Remaining useful life prediction using a stochastic filtering model with multi-sensor information fusion

Abstract

As an important element in condition-based maintenance (CBM) of complex engineering systems, remaining useful life (RUL) prediction has attracted much attention over the last decade. Since the degradation process of a system is uncertain over time as being well recognized, the resultant RUL is random in nature and the uncertainty needs to be quantified in the prediction. It is well known that higher uncertainty means lower accuracy in life estimation and higher costs in subsequent maintenance actions. Hence one practical problem is how to reduce the estimation uncertainty of RUL for more accurate prediction.
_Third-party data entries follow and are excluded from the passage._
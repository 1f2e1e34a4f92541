import { Router } from 'express';
import { acknowledgeAlert, alertDetail, listAlerts, sketchAlerts } from '../alerts/alert-service';
import { createQuietWindow, endQuietWindow, listQuietWindows } from '../alerts/quiet-windows';
import { allow } from '../auth/permission';
import type { Db } from '../db';
import { parseInput } from '../http/validate';
import { acknowledgeInput, alertListInput, quietListInput, quietWindowInput } from './alert-input';
import { idParam } from './id-param';

/**
 * Alerts and quiet windows. Everyone reads them; a responder or above
 * acknowledges alerts and sets or ends quiet windows (on-call covers every
 * team, so these are not limited to one's own teams).
 */
export function alertRoutes(db: Db): Router {
  const router = Router();

  router.get('/v1/alerts', allow('viewer'), async (req, res) => {
    res.json(await listAlerts(db, parseInput(alertListInput, req.query, 'query'), new Date()));
  });
  router.get('/v1/alerts/:id', allow('viewer'), async (req, res) => {
    res.json(await alertDetail(db, idParam(req.params.id, 'alert'), new Date()));
  });
  router.post('/v1/alerts/:id/acknowledge', allow('responder'), async (req, res) => {
    const { note } = parseInput(acknowledgeInput, req.body, 'body');
    res.json(await acknowledgeAlert(db, req.user!, idParam(req.params.id, 'alert'), note || null, new Date()));
  });
  router.get('/v1/sketches/:id/alerts', allow('viewer'), async (req, res) => {
    res.json(await sketchAlerts(db, idParam(req.params.id, 'sketch'), new Date()));
  });

  router.get('/v1/quiet-windows', allow('viewer'), async (req, res) => {
    res.json(await listQuietWindows(db, parseInput(quietListInput, req.query, 'query'), new Date()));
  });
  router.post('/v1/quiet-windows', allow('responder'), async (req, res) => {
    const window = await createQuietWindow(db, req.user!, parseInput(quietWindowInput, req.body, 'body'), new Date());
    res.status(201).location(`/api/v1/quiet-windows/${window.id}`).json({ quietWindow: window });
  });
  router.delete('/v1/quiet-windows/:id', allow('responder'), async (req, res) => {
    res.json({ quietWindow: await endQuietWindow(db, req.user!, idParam(req.params.id, 'quiet window'), new Date()) });
  });
  return router;
}
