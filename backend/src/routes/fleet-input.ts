import { z } from 'zod';
import { HEALTH_LEVELS_WORST_FIRST, type HealthLevel } from '../maths/health-levels';
import { FLEET_SORTS, type FleetSort } from '../services/sketches/fleet-table';

/** A query parameter given once, repeated, or comma-separated, as a list of non-empty values. */
export const list = z
  .union([z.string(), z.array(z.string())])
  .optional()
  .transform((v) => (v === undefined ? [] : [v].flat().flatMap((s) => s.split(',')).map((s) => s.trim()).filter(Boolean)));

export const wholeNumber = (field: string, low: number, high: number, fallback: number) => {
  const text = `${field} must be a whole number from ${low} to ${high}`;
  return z
    .string()
    .optional()
    .transform((v, ctx) => {
      if (v === undefined || v === '') return fallback;
      const n = Number(v);
      if (!Number.isInteger(n) || n < low || n > high) {
        ctx.addIssue({ code: 'custom', message: `${text} (got ${v}).` });
        return z.NEVER;
      }
      return n;
    });
};

const sortNames = Object.keys(FLEET_SORTS) as FleetSort[];
/** Names read best A→Z and brim dates soonest first; figures read best worst first. */
const ASCENDING_BY_DEFAULT: FleetSort[] = ['service', 'sketch', 'team', 'brimDate'];

export const fleetQueryInput = z
  .strictObject({
    team: list,
    service: list,
    level: list.refine((levels) => levels.every((l) => (HEALTH_LEVELS_WORST_FIRST as readonly string[]).includes(l)), {
      message: `level must be one or more of ${HEALTH_LEVELS_WORST_FIRST.join(', ')} (comma-separated or repeated).`,
    }),
    q: z.string('q must be one piece of text to search for').trim().max(200, 'q must be at most 200 characters').optional(),
    sort: z.enum(sortNames as [FleetSort, ...FleetSort[]], `sort must be one of ${sortNames.join(', ')}`).default('level'),
    order: z.enum(['asc', 'desc'], 'order must be asc or desc').optional(),
    page: wholeNumber('page', 1, 1_000_000, 1),
    pageSize: wholeNumber('pageSize', 1, 500, 50),
  })
  .transform((query) => ({
    ...query,
    levels: query.level as HealthLevel[],
    teams: query.team,
    services: query.service,
    q: query.q || undefined,
    order: query.order ?? (ASCENDING_BY_DEFAULT.includes(query.sort) ? ('asc' as const) : ('desc' as const)),
  }));

const DAY_MS = 86_400_000;
export const MAX_RANGE_DAYS = 400;

/** A time as ISO 8601 or milliseconds since the epoch. */
export const instant = (field: string) =>
  z
    .string()
    .optional()
    .transform((v, ctx) => {
      if (v === undefined || v === '') return undefined;
      const date = /^\d+$/.test(v) ? new Date(Number(v)) : new Date(v);
      if (Number.isNaN(date.getTime()) || !/^\d{4}-\d{2}-\d{2}|^\d+$/.test(v)) {
        ctx.addIssue({ code: 'custom', message: `${field} must be a time in ISO 8601 (2026-12-01T09:30:00Z) or milliseconds since 1970 (got ${v}).` });
        return z.NEVER;
      }
      return date;
    });

export const historyQueryInput = z
  .strictObject({
    from: instant('from'),
    to: instant('to'),
    points: wholeNumber('points', 1, 5000, 500),
    instance: z.string('instance must be the name of one of the sketch\'s instances').trim().min(1).max(200).optional(),
  })
  .transform((q, ctx) => {
    const to = q.to ?? new Date();
    const from = q.from ?? new Date(to.getTime() - 7 * DAY_MS);
    if (from >= to) {
      ctx.addIssue({ code: 'custom', path: ['from'], message: `from must be before to (got from ${from.toISOString()}, to ${to.toISOString()}).` });
      return z.NEVER;
    }
    if (to.getTime() - from.getTime() > MAX_RANGE_DAYS * DAY_MS) {
      ctx.addIssue({ code: 'custom', path: ['from'], message: `The range from … to must span at most ${MAX_RANGE_DAYS} days; narrow it.` });
      return z.NEVER;
    }
    return { from, to, points: q.points, instance: q.instance };
  });
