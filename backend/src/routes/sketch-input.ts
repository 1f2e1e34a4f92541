import { z } from 'zod';

/**
 * The fields of a sketch as the API takes them. Each rule's message says what
 * is accepted, so the 400 reads as the fix; a missing field says it is required.
 */
const rule = (field: string, text: string) => ({
  error: (issue: { input?: unknown }) => (issue.input === undefined ? `${field} is required: ${text}` : `${field} ${text}`),
});

const finite = (field: string, text: string) => z.number(rule(field, text)).refine(Number.isFinite, `${field} ${text}`);

const NAME = /^[A-Za-z0-9][A-Za-z0-9._-]*$/;
const LABEL = /^[A-Za-z0-9_.:/-]+$/;
const INSTANCE = /^[A-Za-z0-9_.:[\]-]+$/;

const serviceText = "must be a service name of letters, digits, '.', '_' or '-' (at most 100 characters), such as checkout";
const sketchText = "must be the sketch's `sketch` label: letters, digits, '_', '.', ':', '/' or '-' (at most 200 characters), such as per-card-limiter";
const urlText = 'must be the http:// or https:// address of the endpoint that exposes the sketch, such as http://10.0.4.7:9100/metrics';
const instanceText = "must name the replica in letters, digits, '_', '.', ':', '[', ']' or '-' (at most 200 characters), such as checkout-1 or 10.0.4.7:9100";

export const serviceName = z.string(rule('service', serviceText)).trim().max(100, `service ${serviceText}`).regex(NAME, `service ${serviceText}`);
export const sketchName = z.string(rule('sketch', sketchText)).trim().max(200, `sketch ${sketchText}`).regex(LABEL, `sketch ${sketchText}`);
const teamName = z.string(rule('team', 'must be the slug of a team, such as payments')).trim().min(1, 'team must be the slug of a team, such as payments');

export const targetUrl = (field = 'targetUrl') =>
  z
    .string(rule(field, urlText))
    .trim()
    .max(2000, `${field} ${urlText}`)
    .refine((value) => {
      try {
        const url = new URL(value);
        return (url.protocol === 'http:' || url.protocol === 'https:') && url.hostname !== '';
      } catch {
        return false;
      }
    }, `${field} ${urlText}`);

const errorBudget = finite('errorBudget', "must be a number greater than 0: the largest overcount tolerated, in the stream's units (e.g. 500)").refine(
  (v) => v > 0,
  "errorBudget must be a number greater than 0: the largest overcount tolerated, in the stream's units (e.g. 500)",
);
const confidenceText = 'must be a fraction strictly between 0 and 1, such as 0.99 for 99 %';
const confidence = finite('confidence', confidenceText).refine((v) => v > 0 && v < 1, `confidence ${confidenceText}`);
const watchText = 'must be a fraction above 0 and at most 1, such as 0.8 (warn at 80 % load)';
const watchLine = finite('watchLine', watchText).refine((v) => v > 0 && v <= 1, `watchLine ${watchText}`);
const leadText = 'must be a number of days from 0 to 365, such as 7';
const leadTimeDays = finite('leadTimeDays', leadText).refine((v) => v >= 0 && v <= 365, `leadTimeDays ${leadText}`);
const intervalText = 'must be a whole number of seconds from 5 to 86400, such as 30';
const scrapeIntervalSeconds = finite('scrapeIntervalSeconds', intervalText).refine((v) => Number.isInteger(v) && v >= 5 && v <= 86_400, `scrapeIntervalSeconds ${intervalText}`);
const sizedText = 'must be a number greater than 0 (the stream total the sketch was sized for), or null';
const sizedTotal = finite('sizedTotal', sizedText).refine((v) => v > 0, `sizedTotal ${sizedText}`).nullable();

const instance = z.strictObject({
  instance: z.string(rule('instance', instanceText)).trim().max(200, `instance ${instanceText}`).regex(INSTANCE, `instance ${instanceText}`),
  targetUrl: targetUrl(),
});

const instancesText = 'must list 1 to 64 replicas as [{ "instance": "checkout-1", "targetUrl": "http://…" }], each name and address once';
export const instanceList = z
  .array(instance, rule('instances', instancesText))
  .min(1, `instances ${instancesText}`)
  .max(64, `instances ${instancesText}`)
  .refine((list) => new Set(list.map((i) => i.instance)).size === list.length, `instances ${instancesText}: an instance name appears twice`)
  .refine((list) => new Set(list.map((i) => i.targetUrl)).size === list.length, `instances ${instancesText}: a targetUrl appears twice`);

export const tunables = { errorBudget, confidence, watchLine, leadTimeDays, scrapeIntervalSeconds, sizedTotal };

export const registrationInput = z
  .strictObject({
    service: serviceName,
    sketch: sketchName,
    team: teamName,
    targetUrl: targetUrl().optional(),
    errorBudget,
    confidence,
    watchLine: watchLine.optional(),
    leadTimeDays: leadTimeDays.optional(),
    scrapeIntervalSeconds: scrapeIntervalSeconds.optional(),
    sizedTotal: sizedTotal.optional(),
    instances: instanceList.optional(),
  })
  .refine((body) => body.targetUrl !== undefined || body.instances !== undefined, {
    path: ['targetUrl'],
    message: `targetUrl is required (or list the replicas in instances): it ${urlText}`,
  });

export type RegistrationInput = z.infer<typeof registrationInput>;

/** Everything but the service and team can change; moving a sketch is a new registration. */
export const changeInput = z.strictObject({
  sketch: sketchName.optional(),
  targetUrl: targetUrl().optional(),
  instances: instanceList.optional(),
  errorBudget: errorBudget.optional(),
  confidence: confidence.optional(),
  watchLine: watchLine.optional(),
  leadTimeDays: leadTimeDays.optional(),
  scrapeIntervalSeconds: scrapeIntervalSeconds.optional(),
  sizedTotal: sizedTotal.optional(),
});

export type ChangeInput = z.infer<typeof changeInput>;

/** "Test the target": the address and sketch label to read; with a budget and confidence, the load is worked out too. */
export const testTargetInput = z.strictObject({
  targetUrl: targetUrl(),
  sketch: sketchName,
  errorBudget: errorBudget.optional(),
  confidence: confidence.optional(),
  watchLine: watchLine.optional(),
});

export type TestTargetInput = z.infer<typeof testTargetInput>;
Another known fact is that multiple sensor information co-exists in practice and how to best use this multisourced information to achieve a better RUL estimation is a question not well answered. This paper proposes a stochastic filtering model for RUL estimation with available multi-sensor information. Firstly, a stochastic filtering model based on the Bayesian theory is used to describe the RUL distribution for each single sensor. This RUL distribution represents the conditional probability density function (PDF) of the RUL conditional upon the monitoring information history of the sensor. Then centralized and distributed information fusion approaches are applied to combine the multi-sensor information to form a new RUL distribution with the objective to minimize the RUL prediction uncertainty. Centralized fusion focuses on combining the multi-dimension measurements before the RUL estimation and then to predict the RUL based on the fused measurement. Distributed fusion, on the other hand, fuses the predicted RUL distributions of all sensors after obtained the RUL prediction based on each sensor information. Finally, the stochastic filtering model with multi-senor fusion information is applied for a case study to demonstrate the performance of our approaches with the prediction based on a single sensor. The result shows that both fusion methods outperform the model with a single sensor in terms of prediction accuracy.